Task prompt: Your answer must consist of exactly the lines below, starting with the line with "fn of_rival(rival: &RivalSymmetry)" and going on through the line with "[first, .., last]", and nothing else.

Records from a collection
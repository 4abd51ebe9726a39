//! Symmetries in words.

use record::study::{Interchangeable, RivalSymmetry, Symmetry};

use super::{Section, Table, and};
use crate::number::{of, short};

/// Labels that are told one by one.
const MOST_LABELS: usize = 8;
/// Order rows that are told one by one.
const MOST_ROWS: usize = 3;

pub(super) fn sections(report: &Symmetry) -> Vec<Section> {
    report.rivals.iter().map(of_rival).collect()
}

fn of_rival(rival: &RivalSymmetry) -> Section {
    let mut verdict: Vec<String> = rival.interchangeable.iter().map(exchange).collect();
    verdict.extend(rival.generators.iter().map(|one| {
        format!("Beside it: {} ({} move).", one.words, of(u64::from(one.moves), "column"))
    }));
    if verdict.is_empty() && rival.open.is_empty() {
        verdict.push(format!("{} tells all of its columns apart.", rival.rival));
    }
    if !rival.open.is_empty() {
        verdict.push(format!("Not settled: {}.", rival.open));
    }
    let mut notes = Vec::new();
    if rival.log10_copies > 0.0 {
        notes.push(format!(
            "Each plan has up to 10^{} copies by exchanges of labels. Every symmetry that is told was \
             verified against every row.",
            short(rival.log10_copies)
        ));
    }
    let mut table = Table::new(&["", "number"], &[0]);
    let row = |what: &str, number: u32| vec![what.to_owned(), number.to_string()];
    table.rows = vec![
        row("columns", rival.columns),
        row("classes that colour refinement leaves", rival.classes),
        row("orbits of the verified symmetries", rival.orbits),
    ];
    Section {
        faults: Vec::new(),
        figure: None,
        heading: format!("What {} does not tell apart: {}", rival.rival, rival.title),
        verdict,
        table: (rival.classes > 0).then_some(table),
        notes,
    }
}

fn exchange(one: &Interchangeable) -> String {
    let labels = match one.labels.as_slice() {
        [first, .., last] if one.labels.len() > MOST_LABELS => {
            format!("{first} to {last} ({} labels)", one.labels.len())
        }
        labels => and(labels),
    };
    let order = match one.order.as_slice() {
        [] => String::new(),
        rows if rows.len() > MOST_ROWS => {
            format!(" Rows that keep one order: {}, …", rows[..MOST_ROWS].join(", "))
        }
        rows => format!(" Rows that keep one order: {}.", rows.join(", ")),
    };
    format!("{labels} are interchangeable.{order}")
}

---

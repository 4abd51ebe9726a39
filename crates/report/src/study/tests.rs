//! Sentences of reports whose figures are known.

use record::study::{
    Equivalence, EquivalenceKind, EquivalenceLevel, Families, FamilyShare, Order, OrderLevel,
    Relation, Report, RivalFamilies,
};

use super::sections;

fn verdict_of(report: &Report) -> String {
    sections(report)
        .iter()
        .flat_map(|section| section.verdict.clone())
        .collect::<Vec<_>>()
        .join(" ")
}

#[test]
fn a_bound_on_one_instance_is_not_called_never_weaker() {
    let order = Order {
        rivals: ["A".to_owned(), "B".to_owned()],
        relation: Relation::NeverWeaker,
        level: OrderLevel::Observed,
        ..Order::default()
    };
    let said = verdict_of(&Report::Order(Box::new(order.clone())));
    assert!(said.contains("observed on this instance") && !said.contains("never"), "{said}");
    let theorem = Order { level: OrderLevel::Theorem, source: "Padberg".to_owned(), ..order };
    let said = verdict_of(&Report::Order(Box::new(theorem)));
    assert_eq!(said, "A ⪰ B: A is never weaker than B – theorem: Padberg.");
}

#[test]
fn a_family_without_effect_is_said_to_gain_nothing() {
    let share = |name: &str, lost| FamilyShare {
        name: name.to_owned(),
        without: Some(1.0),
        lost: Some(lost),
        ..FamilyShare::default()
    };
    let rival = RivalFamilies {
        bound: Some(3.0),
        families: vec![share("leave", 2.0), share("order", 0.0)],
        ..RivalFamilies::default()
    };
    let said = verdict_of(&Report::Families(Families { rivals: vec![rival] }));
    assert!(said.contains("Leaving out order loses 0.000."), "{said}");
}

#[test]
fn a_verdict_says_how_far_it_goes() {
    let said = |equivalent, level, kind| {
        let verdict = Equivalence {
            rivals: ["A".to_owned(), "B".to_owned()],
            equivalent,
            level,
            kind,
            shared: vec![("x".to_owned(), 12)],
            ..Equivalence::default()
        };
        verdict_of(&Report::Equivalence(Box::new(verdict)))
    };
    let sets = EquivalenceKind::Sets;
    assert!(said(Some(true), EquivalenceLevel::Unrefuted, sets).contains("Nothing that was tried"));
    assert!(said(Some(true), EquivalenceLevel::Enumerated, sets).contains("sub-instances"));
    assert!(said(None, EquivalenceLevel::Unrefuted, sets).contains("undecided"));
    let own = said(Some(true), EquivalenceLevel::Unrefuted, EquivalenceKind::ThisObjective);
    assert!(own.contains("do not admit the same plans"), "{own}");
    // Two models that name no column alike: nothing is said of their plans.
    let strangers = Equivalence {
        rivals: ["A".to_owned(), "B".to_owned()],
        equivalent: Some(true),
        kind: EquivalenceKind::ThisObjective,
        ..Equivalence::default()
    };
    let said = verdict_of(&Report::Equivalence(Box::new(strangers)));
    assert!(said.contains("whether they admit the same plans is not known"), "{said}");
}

Your response:
fn of_rival(rival: &RivalSymmetry) -> Section {
    let mut verdict: Vec<String> = rival.interchangeable.iter().map(exchange).collect();
    verdict.extend(rival.generators.iter().map(|one| {
        format!("Beside it: {} ({} move).", one.words, of(u64::from(one.moves), "column"))
    }));
    if verdict.is_empty() && rival.open.is_empty() {
        verdict.push(format!("{} tells all of its columns apart.", rival.rival));
    }
    if !rival.open.is_empty() {
        verdict.push(format!("Not settled: {}.", rival.open));
    }
    let mut notes = Vec::new();
    if rival.log10_copies > 0.0 {
        notes.push(format!(
            "Each plan has up to 10^{} copies by exchanges of labels. Every symmetry that is told was \
             verified against every row.",
            short(rival.log10_copies)
        ));
    }
    let mut table = Table::new(&["", "number"], &[0]);
    let row = |what: &str, number: u32| vec![what.to_owned(), number.to_string()];
    table.rows = vec![
        row("columns", rival.columns),
        row("classes that colour refinement leaves", rival.classes),
        row("orbits of the verified symmetries", rival.orbits),
    ];
    Section {
        faults: Vec::new(),
        figure: None,
        heading: format!("What {} does not tell apart: {}", rival.rival, rival.title),
        verdict,
        table: (rival.classes > 0).then_some(table),
        notes,
    }
}

fn exchange(one: &Interchangeable) -> String {
    let labels = match one.labels.as_slice() {
        [first, .., last] if one.labels.len() > MOST_LABELS => {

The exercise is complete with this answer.